You can make more examples using the natural flop of the Hilbert scheme of a $K3$ Deligne-Mumford stack to the corresponding Hilbert scheme of the crepant resolution of its coarse moduli space. The example in your post arises this way when the stack has a single stacky point whose inertia group is cyclic of order $2$, so that the crepant resolution has a $(-2)$-curve whose $\text{Sym}^2$ is the flopped $\mathbb{P}^2$. The following example is the next case, where the stack has a single stacky point whose inertia group is cyclic of order $3$, so that the crepant resolution is a chain of two $(-2)$-curves.
Let $S$ be a smooth quartic K3 surface in $\mathbb{P}^3$ that is a general member of the $5$-dimensional projective linear system of quartics that contain a specified line $L$ as well as a specified disjoint curve $C=M\cup N$ that is a union of two lines intersection transversally at one point $p$. The plane cubics residual to $L$ form an elliptic fibration on $S$, $$\pi:S\to \mathbb{P}^1.$$ This induces an Abelian fibration on $S^{[2]}$. Let $D'$ denote the pullback to $S^{[2]}$ of the hyperplane class on $\text{Sym}^2(\mathbb{P}^1) = \mathbb{P}^2$.

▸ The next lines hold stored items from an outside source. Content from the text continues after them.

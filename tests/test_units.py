"""SI conversion of user values: the fast SI factor equals astropy's ``Quantity.si``.

Reference: astropy.units (``UnitBase.si``, the composition into the SI system) is the
standard the shortcut is compared with, bit for bit, over astropy's named units
(SI, astrophysical and cgs modules) and the composite units snrkit's public functions
and shipped tables use.
"""

import numpy as np
import pytest
import astropy.units as u
from astropy.units import astrophys, cgs, si

from snrkit.units import si_scale, to_si


def _named(module):
    out = []
    for name in dir(module):
        obj = getattr(module, name)
        if isinstance(obj, u.UnitBase) and not isinstance(obj, u.PrefixUnit):
            out.append(obj)
    return out


_COMPOSITE = ["m2 / kg", "m / s2", "W / (m2 um)", "W / (um m2)", "erg / (s cm2 Angstrom)",
              "g / mol", "1 / cm", "cm5", "Jy", "solRad", "earthRad", "jupiterRad", "jupiterMass",
              "solMass", "earthMass", "AU", "pc", "d", "h", "deg", "bar", "Pa", "um", "nm",
              "cm / molecule", "km / s", "mas / yr"]


def _units():
    seen = {}
    for unit in _named(si) + _named(astrophys) + _named(cgs) + [
            u.Unit(s, parse_strict="silent") for s in _COMPOSITE]:
        seen.setdefault(unit.to_string(), unit)
    return list(seen.values())


@pytest.mark.parametrize("unit", _units(), ids=str)
def test_si_scale_is_astropys_si_factor(unit):
    try:
        want = unit.si.scale
    except (u.UnitsError, ValueError, TypeError):
        with pytest.raises((u.UnitsError, ValueError, TypeError)):
            si_scale(unit)
        return
    assert si_scale(unit) == want


def test_to_si_equals_quantity_si_bit_for_bit():
    x = np.array([0.3, 1.0, 7.123456789, 1e-5])
    for text in ("jupiterRad", "solRad", "earthMass", "d", "deg", "bar", "um", "AU"):
        q = x * u.Unit(text)
        got = to_si(q, "x", text)
        assert got.tobytes() == np.asarray(q.si.value, dtype=np.float64).tobytes(), text
    assert to_si("1.25 jupiterRad", "r", "earthRad") == pytest.approx(1.25 * 71492000.0,
                                                                      rel=1e-15)
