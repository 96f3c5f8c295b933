"""User spectra: reading CSV/ECSV/FITS/text and flux-conserving resampling.

The resampling checks are exact identities (integral conservation, constants stay
constant: common practice, no source); unit conversions use astropy.units as the
reference library.
"""

import numpy as np
import pytest
import astropy.units as u
from astropy.table import Table
from hypothesis import given, settings, strategies as st

from snrkit.atmosphere.user_spectrum import (read_user_spectrum, bin_average, sample_edges,
                                             resample_spectrum)
from snrkit.errors import InputError, UnitMismatchError


def _write(tmp_path, name, text):
    p = tmp_path / name
    p.write_text(text)
    return p


def test_read_formats_agree(tmp_path):
    lam = np.array([1.0, 1.5, 2.0, 3.0])
    ppm = np.array([100.0, 120.0, 110.0, 105.0])
    t = Table({"wavelength": lam * u.um, "depth": ppm})
    t.write(tmp_path / "s.ecsv", format="ascii.ecsv")
    t.write(tmp_path / "s.fits", format="fits")
    Table({"wavelength": lam, "depth": ppm}).write(tmp_path / "s.csv", format="ascii.csv")
    _write(tmp_path, "s.txt", "# my model\n" + "\n".join(f"{a} {b}" for a, b in zip(lam, ppm)))
    out = [read_user_spectrum(tmp_path / "s.ecsv", "ppm"),
           read_user_spectrum(tmp_path / "s.fits", "ppm"),
           read_user_spectrum(tmp_path / "s.csv", "ppm", wavelength_unit="um"),
           read_user_spectrum(tmp_path / "s.txt", "ppm", wavelength_unit="micron")]
    for ds in out:
        np.testing.assert_allclose(ds.wavelength.values, lam)
        np.testing.assert_allclose(ds.transit_depth_ppm.values, ppm)
        assert ds.wavelength.attrs["units"] == "um"


def test_depth_kinds_and_spectral_units(tmp_path):
    # wavenumber column (descending in wavenumber -> ascending wavelength)
    wn = np.array([10000.0, 5000.0, 2500.0])       # cm-1 -> 1, 2, 4 um
    rr = np.array([0.1, 0.11, 0.12])
    Table({"wavenumber": wn, "rp_rs": rr}).write(tmp_path / "w.csv", format="ascii.csv")
    ds = read_user_spectrum(tmp_path / "w.csv", "radius-ratio", wavelength_unit="cm-1")
    np.testing.assert_allclose(ds.wavelength.values, [1.0, 2.0, 4.0])
    np.testing.assert_allclose(ds.transit_depth_ppm.values, rr * rr * 1e6)
    Table({"wavelength": [0.5, 0.6] * u.nm * 1000, "depth": [0.01, 0.012]}).write(
        tmp_path / "f.ecsv", format="ascii.ecsv")
    ds = read_user_spectrum(tmp_path / "f.ecsv", "fraction")
    np.testing.assert_allclose(ds.transit_depth_ppm.values, [1e4, 1.2e4])
    np.testing.assert_allclose(ds.wavelength.values, [0.5, 0.6])
    ds = read_user_spectrum(tmp_path / "f.ecsv", "percent")
    np.testing.assert_allclose(ds.transit_depth_ppm.values, [100.0, 120.0])


@pytest.mark.parametrize("text,kwargs,exc,match", [
    ("wavelength,depth\n1,100\n2,110\n", {}, UnitMismatchError, "no unit"),
    ("wavelength,depth\n1,100\n2,110\n", {"wavelength_unit": "kg"}, UnitMismatchError, "length"),
    ("wavelength,depth\n1,100\n1,110\n", {"wavelength_unit": "um"}, InputError, "duplicate"),
    ("wavelength,depth\n1,100\n3,110\n2,120\n", {"wavelength_unit": "um"}, InputError, "order"),
    ("wavelength,depth\n1,100\n2,nan\n", {"wavelength_unit": "um"}, InputError, "row 2"),
    ("wavelength,depth\n1,100\n2,-5\n", {"wavelength_unit": "um"}, InputError, ">= 0"),
    ("wavelength,depth\n1,100\n2,110\n", {"wavelength_unit": "um", "depth_column": "dpth"},
     InputError, "did you mean 'depth'"),
    ("a,b,c\n1,100,3\n2,110,4\n", {"wavelength_unit": "um"}, InputError, "more than two"),
    ("wavelength,depth\n1,100\n2,110\n", {"wavelength_unit": "um", "depth_kind": "pmm"},
     InputError, "did you mean 'ppm'"),
    ("wavelength,depth\n1,0.5\n2,1.2\n", {"wavelength_unit": "um", "depth_kind": "fraction"},
     InputError, "at most 1"),
])
def test_bad_files(tmp_path, text, kwargs, exc, match):
    p = _write(tmp_path, "bad.csv", text)
    kind = kwargs.pop("depth_kind", "ppm")
    with pytest.raises(exc, match=match):
        read_user_spectrum(p, kind, **kwargs)


def test_missing_file(tmp_path):
    with pytest.raises(InputError):
        read_user_spectrum(tmp_path / "nope.csv", "ppm", wavelength_unit="um")


@settings(max_examples=40, deadline=None)
@given(seed=st.integers(0, 10_000), n_in=st.integers(5, 80), n_out=st.integers(1, 40))
def test_resampling_conserves_integral_and_constants(seed, n_in, n_out):
    rng = np.random.default_rng(seed)
    x = np.sort(rng.uniform(1.0, 10.0, n_in))
    x = np.unique(x)
    if x.size < 3:
        return
    y = rng.uniform(0.0, 1000.0, x.size)
    ei = sample_edges(x)
    eo = np.sort(rng.uniform(ei[0], ei[-1], n_out + 1))
    eo = np.unique(eo)
    if eo.size < 2:
        return
    out = bin_average(ei, y, eo)
    # integral over [eo0, eo_end] equals the integral of the piecewise-constant input
    fine = np.sort(np.concatenate([ei, eo]))
    mids = 0.5 * (fine[1:] + fine[:-1])
    inside = (mids > eo[0]) & (mids < eo[-1])
    j = np.clip(np.searchsorted(ei, mids) - 1, 0, y.size - 1)
    ref = np.sum((y[j] * np.diff(fine))[inside])
    assert np.sum(out * np.diff(eo)) == pytest.approx(ref, rel=1e-10, abs=1e-9)
    # a constant stays constant (to the rounding of the cumulative sums, ~1e-11 for
    # bins 1e-3 of the range wide)
    np.testing.assert_allclose(bin_average(ei, np.full(y.size, 42.0), eo), 42.0, rtol=1e-9)


def test_resample_whole_range_conserves_total_and_refuses_extrapolation(tmp_path):
    lam = np.linspace(1.0, 5.0, 401)
    ppm = 1000 + 50 * np.sin(lam * 7)
    Table({"wavelength": lam * u.um, "depth": ppm}).write(tmp_path / "s.ecsv",
                                                          format="ascii.ecsv")
    ds = read_user_spectrum(tmp_path / "s.ecsv", "ppm")
    ei = sample_edges(lam)
    eo = np.linspace(ei[0], ei[-1], 17)
    out = resample_spectrum(ds, eo * u.um)
    assert out.transit_depth_ppm.dims == ("wavelength",)
    assert np.sum(out.transit_depth_ppm.values * np.diff(eo)) == pytest.approx(
        np.sum(ppm * np.diff(ei)), rel=1e-12)
    np.testing.assert_allclose(out.wavelength_lower.values, eo[:-1])
    with pytest.raises(InputError, match="extrapolated"):
        resample_spectrum(ds, [0.5, 2.0, 3.0])
    nan = resample_spectrum(ds, [0.5, 2.0, 3.0], outside="nan")
    assert np.isnan(nan.transit_depth_ppm.values[0]) and np.isfinite(nan.transit_depth_ppm[1])


def test_resample_model_output_bins():
    # a model spectrum with explicit bins rebinned onto coarser bins: exact bin averages
    import xarray as xr
    lo = np.array([1.0, 2.0, 3.0, 4.0])
    hi = lo + 1.0
    ds = xr.Dataset({"transit_depth_ppm": (("planet", "wavelength"), [[1.0, 2.0, 3.0, 4.0]])},
                    coords={"planet": ["p"], "wavelength": np.sqrt(lo * hi),
                            "wavelength_lower": ("wavelength", lo),
                            "wavelength_upper": ("wavelength", hi)})
    out = resample_spectrum(ds, [1.0, 3.0, 5.0])
    np.testing.assert_allclose(out.transit_depth_ppm.values, [[1.5, 3.5]])
    assert out.transit_depth_ppm.dims == ("planet", "wavelength")
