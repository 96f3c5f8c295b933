"""The per-user disk cache of opacity tables: reused, keyed, never trusted when broken.

Reference: the cache holds exactly what the builder returns (in the stored dtype), so
a cached and a freshly built table are identical (checked against the opacity
module's own builders); design rule of snrkit.atmosphere.kcache, no external source.
"""

import numpy as np
import pytest

from snrkit.atmosphere import kcache
from snrkit.atmosphere import opacity
from snrkit.atmosphere import malkmus
from snrkit.atmosphere import bands


@pytest.fixture
def cache(tmp_path, monkeypatch):
    """An empty cache folder for the test, and empty in-memory caches around it."""
    monkeypatch.setenv(kcache.CACHE_ENV, str(tmp_path))
    memo = (bands._native_kdist, opacity._k_table_cached, malkmus._quantile_table)
    for f in memo:
        f.cache_clear()
    yield tmp_path
    for f in memo:
        f.cache_clear()


def test_cached_array_reuses_and_rebuilds(cache):
    calls = []

    def build():
        calls.append(1)
        return np.arange(12.0).reshape(3, 4)
    a = kcache.cached_array("x", "key1", (3, 4), build)
    b = kcache.cached_array("x", "key1", (3, 4), build)
    assert len(calls) == 1 and np.array_equal(a, b) and b.dtype == np.float32
    assert not b.flags.writeable
    # another key (a changed data file or release) is a different entry
    kcache.cached_array("x", "key2", (3, 4), build)
    assert len(calls) == 2
    path = cache / "x-key1.arr"
    good = path.read_bytes()
    # a truncated file is detected and rebuilt, not trusted
    path.write_bytes(good[:-5])
    c = kcache.cached_array("x", "key1", (3, 4), build)
    assert len(calls) == 3 and np.array_equal(c, a)
    assert path.read_bytes() == good                  # and written again whole
    # a file of the right length with one changed byte fails its checksum
    bad = bytearray(good)
    bad[-3] ^= 0x10
    path.write_bytes(bytes(bad))
    c = kcache.cached_array("x", "key1", (3, 4), build)
    assert len(calls) == 4 and np.array_equal(c, a)
    # an entry of another shape or dtype is rebuilt too
    kcache.cached_array("x", "key1", (4, 3), lambda: np.zeros((4, 3)))
    kcache.cached_array("x", "key1", (3, 4), build)
    assert len(calls) == 5
    kcache.cached_array("x", "key1", (3, 4), build, dtype=np.float64)
    assert len(calls) == 6
    # a builder that disagrees with the declared shape is a defect, not an entry
    from snrkit.errors import SnrkitError
    with pytest.raises(SnrkitError, match="expected"):
        kcache.cached_array("z", "key1", (2, 2), build)
    assert not list(cache.glob(".*.tmp"))             # no temporary file left behind


def test_float64_entries_are_bit_identical(cache):
    rng = np.random.default_rng(3)
    x = rng.normal(size=(5, 7))
    out = kcache.cached_array("f64", "k", x.shape, lambda: x, dtype=np.float64)
    again = kcache.cached_array("f64", "k", x.shape, lambda: 0 * x, dtype=np.float64)
    assert again.dtype == np.float64 and again.tobytes() == x.tobytes() == out.tobytes()


def test_unwritable_cache_still_computes(tmp_path, monkeypatch):
    blocker = tmp_path / "file"
    blocker.write_text("not a folder")
    monkeypatch.setenv(kcache.CACHE_ENV, str(blocker / "sub"))
    out = kcache.cached_array("y", "k", (2,), lambda: np.ones(2))
    assert np.array_equal(out, [1.0, 1.0])


def test_key_covers_data_contents_and_version(monkeypatch):
    k1 = kcache.data_key("opacity/bands.ecsv")
    k2 = kcache.data_key("opacity/bands.ecsv", "opacity/alkali_lines.ecsv")
    assert k1 != k2 and len(k1) == 20 and kcache.data_key() not in (k1, k2)
    # another release is another key
    import snrkit._version
    kcache.data_key.cache_clear()
    monkeypatch.setattr(snrkit._version, "__version__", "0.0.0-test")
    try:
        assert kcache.data_key("opacity/bands.ecsv") != k1
    finally:
        kcache.data_key.cache_clear()


def test_grid_entries_are_pruned_oldest_first(cache, monkeypatch):
    monkeypatch.setattr(kcache, "MAX_GRID_BYTES", 2500)
    import os
    for i in range(4):
        kcache.cached_array(f"ktab-t{i}", "k", (100,), lambda: np.zeros(100),
                            prune_prefix="ktab-")
        os.utime(cache / f"ktab-t{i}-k.arr", (1e9 + i, 1e9 + i))
    kcache.cached_array("ktab-t4", "k", (100,), lambda: np.zeros(100), prune_prefix="ktab-")
    left = sorted(p.name for p in cache.glob("ktab-*"))
    # five entries of about 530 bytes each: the oldest goes, leaving at most 2500 bytes
    assert "ktab-t4-k.arr" in left and "ktab-t0-k.arr" not in left and len(left) == 5 - 1


def test_cached_kdist_equals_a_fresh_build(cache):
    first = bands._native_kdist("CO", 1.0e3, 4)           # built and stored
    bands._native_kdist.cache_clear()
    again = bands._native_kdist("CO", 1.0e3, 4)           # read back from disk
    fresh = bands._molecular_native_quantiles("CO", 1.0e3, malkmus._gl(4)[0])
    np.testing.assert_array_equal(first, again)
    # ln k in float32: k to 1e-5 relative of a fresh build wherever it is not negligible
    big = fresh > 1e-60
    np.testing.assert_allclose(again[big], fresh[big], rtol=1e-4)
    assert list(cache.glob("lnk-CO-*.arr"))


def test_quantile_table_cached_bit_identical_and_rebuilt_when_broken(cache):
    g = tuple(float(v) for v in malkmus._gl(4)[0])
    fresh = malkmus._build_quantile_table(np.asarray(g))
    first = malkmus._quantile_table(g)                       # built and stored
    (path,) = cache.glob("quantiles-*.arr")
    malkmus._quantile_table.cache_clear()
    again = malkmus._quantile_table(g)                       # read back from disk
    assert first.tobytes() == again.tobytes() == fresh.tobytes()
    # truncated: detected, rebuilt identically and stored again
    path.write_bytes(path.read_bytes()[:100])
    malkmus._quantile_table.cache_clear()
    rebuilt = malkmus._quantile_table(g)
    assert rebuilt.tobytes() == fresh.tobytes() and path.stat().st_size > 1000


def _co_table(edges, pressure=1.0e3):
    return opacity._k_table_cached("CO", np.ascontiguousarray(edges).tobytes(), 4, pressure)


def test_k_table_cache_identical_keyed_and_rebuilt(cache, monkeypatch):
    edges = np.geomspace(2.0e-6, 3.0e-6, 9)
    fresh = opacity._build_k_table("CO", edges, 4, 1.0e3)
    first = _co_table(edges)
    (path,) = cache.glob("ktab-CO-*.arr")
    opacity._k_table_cached.cache_clear()
    again = _co_table(edges)
    assert first.tobytes() == again.tobytes() == fresh.tobytes()
    # another grid or pressure is another entry
    _co_table(edges[:-1])
    _co_table(edges, 1.0e4)
    assert len(list(cache.glob("ktab-CO-*.arr"))) == 3
    # a truncated entry is rebuilt
    path.write_bytes(path.read_bytes()[:60])
    opacity._k_table_cached.cache_clear()
    assert _co_table(edges).tobytes() == fresh.tobytes()
    # a changed data file (simulated through the key inputs) is a new entry, built anew
    calls = []
    real = opacity._build_k_table

    def counting(*args):
        calls.append(args[0])
        return real(*args)
    monkeypatch.setattr(opacity, "_build_k_table", counting)
    opacity._k_table_cached.cache_clear()
    _co_table(edges)
    assert calls == []                                       # same data: read from disk
    monkeypatch.setattr(kcache, "data_key", lambda *names: "changed-data-key-000")
    opacity._k_table_cached.cache_clear()
    assert _co_table(edges).tobytes() == fresh.tobytes()
    assert calls == ["CO"]


def test_spectra_identical_with_and_without_the_cache(cache):
    from snrkit.atmosphere.spectrum import transmission_spectrum
    kw = dict(planet_mass=[300.0], equilibrium_temperature=[1200.0],
              wavelength_edges=np.geomspace(1.0, 5.0, 41))
    built = transmission_spectrum("h2-clear-solar", [12.0], [1.0], **kw)   # empty cache
    assert list(cache.glob("ktab-*.arr"))
    for f in (bands._native_kdist, opacity._k_table_cached, malkmus._quantile_table):
        f.cache_clear()
    read = transmission_spectrum("h2-clear-solar", [12.0], [1.0], **kw)    # from disk
    np.testing.assert_array_equal(built["transit_depth_ppm"].values,
                                  read["transit_depth_ppm"].values)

The curve $M\cup N$ can be contracted to form a normal projective surface $S'$ with a single $A_2$-singularity $q$. Explicitly, the $2$-plane spanned by $M$ and $N$ intersects $S$ in the union of $M$, of $N$, and of a plane conic $C$. The linear system of sections of $\mathcal{O}_{\mathbb{P}^3}(2)$ that contain $C$ induces a closed immersion of $S'$ as a sextic surface in $\mathbb{P}^4$ (probably there is a direct construction of this sextic suface).
There is a smooth, proper Deligne-Mumford stack $\mathcal{S}$ whose coarse moduli space is a $1$-morphism, $$\nu:\mathcal{S}\to S',$$ that is an isomorphism over the open subset $U:=S'\setminus\{q\}$, and whose inertia group over $q$ is cyclic of order $3$. The Hilbert scheme $X$ of length $2$ closed substacks of $\mathcal{S}$ has a unique connected component that contains $U^{[2]}$. This is a projective hyperkähler $4$-fold that is K-equivalent, hence deformation equivalent (by Huybrechts), to $S^{[2]}$.
The surface in $X$ that is the fundamental locus of the K-equivalence with $S^{[2]}$ equals the punctual Hilbert scheme of $\mathcal{S}$ for the point $q$. Because $K$-equivalences preserve classes in the Grothendieck ring of varieties, etc., we know that this fundamental locus has the same class as the fiber over $2[q]$ for the Hilbert-Chow morphism, $$FC:S^{[2]}\to \text{Sym}^2(S').$$ In particular, the fundamental locus has $3$ irreducible components, each of which is a rational surface.